▶ [What is expected]:
The whole listing needs to be restated word for word.

======== Information shown ========

keel_status keel_workload_compute(const keel_roster *r, keel_workload **out, keel_error *err)
{
    keel_status rc = KEEL_OK;
    size_t nn = r->nnurses, npeople = r->npatients, nends = 0, nbounds = 0;
    int *ends = NULL, *bounds = NULL;
    keel_workload *w = keel_calloc(1, sizeof *w);
    *out = NULL;
    if (!w)
        return keel_error_add(err, KEEL_ERR_NOMEM, NULL, 0, 0, NULL, "out of memory");
    w->nnurses = nn;
    w->npeople = npeople;
    w->shift_minutes = r->shift.minutes;
    if (plan_clock(r, w, &ends, &nends, &bounds, &nbounds)) {
        rc = keel_error_add(err, KEEL_ERR_NOMEM, NULL, 0, 0, NULL, "out of memory");
        goto out;
    }
    size_t np = w->npatients;
    if (!keel_workload_alloc(w)) {
        rc = keel_error_add(err, KEEL_ERR_NOMEM, NULL, 0, 0, NULL, "out of memory");
        goto out;
    }
    w->law_limit = keel_law_nurse_max(r->policy.ratio_table, r->unit.type);
    if (w->law_limit < 0)
        w->law_limit = KEEL_ABSENT;
    for (size_t n = 0; n < nn; n++)
        w->max_patients[n] = nurse_limit(r, &r->nurses[n], w->law_limit);
    /* The break plan cuts moments at the kept covers' edges. */
    if (keel_workload_cover_plan(r, w)) {
        rc = keel_error_add(err, KEEL_ERR_NOMEM, NULL, 0, 0, NULL, "out of memory");
        goto out;
    }
    set_moments(w, bounds, nbounds);
    bounds = NULL;
    if (!cut_parts(r, w, ends, nends) || join_rules(r, w)) {
        rc = keel_error_add(err, KEEL_ERR_NOMEM, NULL, 0, 0, NULL, "out of memory");
        goto out;
    }

    for (size_t n = 0; n < nn; n++) {
        const keel_nurse *nurse = &r->nurses[n];
        int minutes = keel_workload_on_unit(r, n);
        int breaks = break_total(r, n);
        w->capacity_minutes[n] = minutes - breaks;
        w->duty_minutes[n] = or_default(nurse->duty_minutes,
                                        or_default(r->policy.roles[nurse->role].duty_minutes, 0));
        rc = bounds_of(r, w, n, err) ? KEEL_ERR_INPUT : rc;
        if (w->max_patients[n] > 0 && w->capacity_minutes[n] <= 0)
            rc = keel_error_add(err, KEEL_ERR_INPUT, r->path, nurse->mark.line, nurse->mark.column,
                                "nurses",
                                "nurse %s has %d minutes and %d "
                                "break minutes, so no time for patients; expected breaks "
                                "shorter than the time on the unit",
                                nurse->id, minutes, breaks);
    }
    if (rc)
        goto out;
    w->balance = r->policy.balance;

    for (size_t q = 0; q < np; q++)
        for (size_t n = 0; n < nn; n++)
            w->eligible[q * nn + n] = keel_workload_may_take(r, w, q, n);
    if (!keel_workload_kinds(w)) {
        rc = keel_error_add(err, KEEL_ERR_NOMEM, NULL, 0, 0, NULL, "out of memory");
        goto out;
    }
    keelRuleFlags(w);
out:
    free(ends);
    free(bounds);
    if (rc)
        keel_workload_free(w);
    else
        *out = w;
    return rc;
}

long long keel_workload_patient_care(const keel_workload *w, size_t p)
{
    long long care = 0;
    for (int q = w->first_part[p]; q < w->first_part[p + 1]; q++)
        care += w->care_minutes[q];
    return care;
}

/* Parts of different patients by patient care, heaviest first, ties by
 * patient; a patient's parts in time order. */
typedef struct order_ctx {
    const keel_workload *w;
    const long long *care; /* [npatients]: care of each part's patient (or the part's) */
} order_ctx;

static int placed_before(const void *ctx, size_t i, size_t j)
{
    const order_ctx *o = ctx;
    const keel_workload *w = o->w;
    if (w->patient[i] != w->patient[j]) {
        if (o->care[i] != o->care[j])
            return o->care[i] > o->care[j] ? -1 : 1;
        return w->patient[i] < w->patient[j] ? -1 : 1;
    }
    return (i > j) - (i < j);
}

keel_status keel_workload_order(const keel_workload *w, size_t *order)
{
    long long *care = keel_malloc((w->npatients ? w->npatients : 1) * sizeof *care);
    if (!care)
        return KEEL_ERR_NOMEM;
    for (size_t q = 0; q < w->npatients; q++)
        order[q] = q;
    for (size_t q = 0; q < w->npatients; q++)
        care[q] =
            w->clocked ? keel_workload_patient_care(w, (size_t)w->patient[q]) : w->care_minutes[q];
    order_ctx o = {w, care};
    bool sorted = keelSortIndices(order, w->npatients, placed_before, &o);
    free(care);
    return sorted ? KEEL_OK : KEEL_ERR_NOMEM;
}

keel_workload *keelWorkloadSubset(const keel_workload *w, const size_t *members, size_t np,
                                  const size_t *nurses, size_t n0, size_t k)
{
    keel_workload *z = keel_calloc(1, sizeof *z);
    if (!z)
        return NULL;
    z->npatients = z->npeople = np;
    z->nnurses = k;
    bool ok = keel_workload_alloc(z);
    z->nurse_start = keel_calloc(k ? k : 1, sizeof *z->nurse_start);
    z->nurse_end = keel_calloc(k ? k : 1, sizeof *z->nurse_end);
    z->moment_start = keel_calloc(2, sizeof *z->moment_start);
    if (!ok || !z->nurse_start || !z->nurse_end || !z->moment_start) {
        keel_workload_free(z);
        return NULL;
    }
    z->law_limit = w->law_limit;
    z->max_high_acuity = w->max_high_acuity;
    z->max_zones = KEEL_ABSENT;
    z->tolerance = w->tolerance;
    z->balance = w->balance;
    z->shift_minutes = w->shift_minutes;
    z->nmoments = 1;
    z->moment_start[1] = w->shift_minutes;
    for (size_t i = 0; i < np; i++) {
        size_t p = members[i];
        z->care_minutes[i] = w->care_minutes[p];
        z->ratio_limit[i] = w->ratio_limit[p] < (int)np ? w->ratio_limit[p] : (int)np;
        z->high_acuity[i] = w->high_acuity[p];
        z->side[i] = w->side[p];
        z->zone[i] = -1;
        z->room[i] = -1;
        z->previous[i] = -1;
        z->patient[i] = (int)i;
        z->first_part[i + 1] = (int)i + 1;
        z->part_end[i] = w->shift_minutes;
        z->last_moment[i] = 1;
        for (size_t n = 0; n < k; n++)
            z->eligible[i * k + n] = keel_workload_eligible(w, p, nurses ? nurses[n] : n0);
    }
    for (size_t n = 0; n < k; n++) {
        size_t m = nurses ? nurses[n] : n0;
        z->capacity_minutes[n] = w->capacity_minutes[m];
        z->duty_minutes[n] = w->duty_minutes[m];
        z->max_patients[n] = w->max_patients[m];
        z->min_patients[n] = w->min_patients[m];
        z->max_care[n] = w->max_care[m];
        z->nurse_end[n] = w->shift_minutes;
    }
    if (!keel_workload_kinds(z)) {
        keel_workload_free(z);
        return NULL;
    }
    keelRuleFlags(z);
    return z;
}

========

▶ [Exercise result]:
keel_status keel_workload_compute(const keel_roster *r, keel_workload **out, keel_error *err)
{
    keel_status rc = KEEL_OK;
    size_t nn = r->nnurses, npeople = r->npatients, nends = 0, nbounds = 0;
    int *ends = NULL, *bounds = NULL;
    keel_workload *w = keel_calloc(1, sizeof *w);
    *out = NULL;
    if (!w)
        return keel_error_add(err, KEEL_ERR_NOMEM, NULL, 0, 0, NULL, "out of memory");
    w->nnurses = nn;
    w->npeople = npeople;
    w->shift_minutes = r->shift.minutes;
    if (plan_clock(r, w, &ends, &nends, &bounds, &nbounds)) {
        rc = keel_error_add(err, KEEL_ERR_NOMEM, NULL, 0, 0, NULL, "out of memory");
        goto out;
    }
    size_t np = w->npatients;
    if (!keel_workload_alloc(w)) {
        rc = keel_error_add(err, KEEL_ERR_NOMEM, NULL, 0, 0, NULL, "out of memory");
        goto out;
    }
    w->law_limit = keel_law_nurse_max(r->policy.ratio_table, r->unit.type);
    if (w->law_limit < 0)
        w->law_limit = KEEL_ABSENT;
    for (size_t n = 0; n < nn; n++)
        w->max_patients[n] = nurse_limit(r, &r->nurses[n], w->law_limit);
    /* The break plan cuts moments at the kept covers' edges. */
    if (keel_workload_cover_plan(r, w)) {
        rc = keel_error_add(err, KEEL_ERR_NOMEM, NULL, 0, 0, NULL, "out of memory");
        goto out;
    }
    set_moments(w, bounds, nbounds);
    bounds = NULL;
    if (!cut_parts(r, w, ends, nends) || join_rules(r, w)) {
        rc = keel_error_add(err, KEEL_ERR_NOMEM, NULL, 0, 0, NULL, "out of memory");
        goto out;
    }

    for (size_t n = 0; n < nn; n++) {
        const keel_nurse *nurse = &r->nurses[n];
        int minutes = keel_workload_on_unit(r, n);
        int breaks = break_total(r, n);
        w->capacity_minutes[n] = minutes - breaks;
        w->duty_minutes[n] = or_default(nurse->duty_minutes,
                                        or_default(r->policy.roles[nurse->role].duty_minutes, 0));
        rc = bounds_of(r, w, n, err) ? KEEL_ERR_INPUT : rc;
        if (w->max_patients[n] > 0 && w->capacity_minutes[n] <= 0)
            rc = keel_error_add(err, KEEL_ERR_INPUT, r->path, nurse->mark.line, nurse->mark.column,
                                "nurses",
                                "nurse %s has %d minutes and %d "
                                "break minutes, so no time for patients; expected breaks "
                                "shorter than the time on the unit",
                                nurse->id, minutes, breaks);
    }
    if (rc)
        goto out;
    w->balance = r->policy.balance;

    for (size_t q = 0; q < np; q++)
        for (size_t n = 0; n < nn; n++)
            w->eligible[q * nn + n] = keel_workload_may_take(r, w, q, n);
    if (!keel_workload_kinds(w)) {
        rc = keel_error_add(err, KEEL_ERR_NOMEM, NULL, 0, 0, NULL, "out of memory");
        goto out;
    }
    keelRuleFlags(w);
out:
    free(ends);
    free(bounds);
    if (rc)
        keel_workload_free(w);
    else
        *out = w;
    return rc;
}

long long keel_workload_patient_care(const keel_workload *w, size_t p)
{
    long long care = 0;
    for (int q = w->first_part[p]; q < w->first_part[p + 1]; q++)
        care += w->care_minutes[q];
    return care;
}

/* Parts of different patients by patient care, heaviest first, ties by
 * patient; a patient's parts in time order. */
typedef struct order_ctx {
    const keel_workload *w;
    const long long *care; /* [npatients]: care of each part's patient (or the part's) */
} order_ctx;

static int placed_before(const void *ctx, size_t i, size_t j)
{
    const order_ctx *o = ctx;
    const keel_workload *w = o->w;
    if (w->patient[i] != w->patient[j]) {
        if (o->care[i] != o->care[j])
            return o->care[i] > o->care[j] ? -1 : 1;
        return w->patient[i] < w->patient[j] ? -1 : 1;
    }
    return (i > j) - (i < j);
}

keel_status keel_workload_order(const keel_workload *w, size_t *order)
{
    long long *care = keel_malloc((w->npatients ? w->npatients : 1) * sizeof *care);
    if (!care)
        return KEEL_ERR_NOMEM;
    for (size_t q = 0; q < w->npatients; q++)
        order[q] = q;
    for (size_t q = 0; q < w->npatients; q++)
        care[q] =
            w->clocked ? keel_workload_patient_care(w, (size_t)w->patient[q]) : w->care_minutes[q];
    order_ctx o = {w, care};
    bool sorted = keelSortIndices(order, w->npatients, placed_before, &o);
    free(care);
    return sorted ? KEEL_OK : KEEL_ERR_NOMEM;
}

keel_workload *keelWorkloadSubset(const keel_workload *w, const size_t *members, size_t np,
                                  const size_t *nurses, size_t n0, size_t k)
{
    keel_workload *z = keel_calloc(1, sizeof *z);
    if (!z)
        return NULL;
    z->npatients = z->npeople = np;
    z->nnurses = k;
    bool ok = keel_workload_alloc(z);
    z->nurse_start = keel_calloc(k ? k : 1, sizeof *z->nurse_start);
    z->nurse_end = keel_calloc(k ? k : 1, sizeof *z->nurse_end);
    z->moment_start = keel_calloc(2, sizeof *z->moment_start);
    if (!ok || !z->nurse_start || !z->nurse_end || !z->moment_start) {
        keel_workload_free(z);
        return NULL;
    }
    z->law_limit = w->law_limit;
    z->max_high_acuity = w->max_high_acuity;
    z->max_zones = KEEL_ABSENT;
    z->tolerance = w->tolerance;
    z->balance = w->balance;
    z->shift_minutes = w->shift_minutes;
    z->nmoments = 1;
    z->moment_start[1] = w->shift_minutes;
    for (size_t i = 0; i < np; i++) {
        size_t p = members[i];
        z->care_minutes[i] = w->care_minutes[p];
        z->ratio_limit[i] = w->ratio_limit[p] < (int)np ? w->ratio_limit[p] : (int)np;
        z->high_acuity[i] = w->high_acuity[p];
        z->side[i] = w->side[p];
        z->zone[i] = -1;
        z->room[i] = -1;
        z->previous[i] = -1;
        z->patient[i] = (int)i;
        z->first_part[i + 1] = (int)i + 1;
        z->part_end[i] = w->shift_minutes;
        z->last_moment[i] = 1;
        for (size_t n = 0; n < k; n++)
            z->eligible[i * k + n] = keel_workload_eligible(w, p, nurses ? nurses[n] : n0);
    }
    for (size_t n = 0; n < k; n++) {
        size_t m = nurses ? nurses[n] : n0;
        z->capacity_minutes[n] = w->capacity_minutes[m];
        z->duty_minutes[n] = w->duty_minutes[m];
        z->max_patients[n] = w->max_patients[m];
        z->min_patients[n] = w->min_patients[m];
        z->max_care[n] = w->max_care[m];
        z->nurse_end[n] = w->shift_minutes;
    }
    if (!keel_workload_kinds(z)) {
        keel_workload_free(z);
        return NULL;
    }
    keelRuleFlags(z);
    return z;
}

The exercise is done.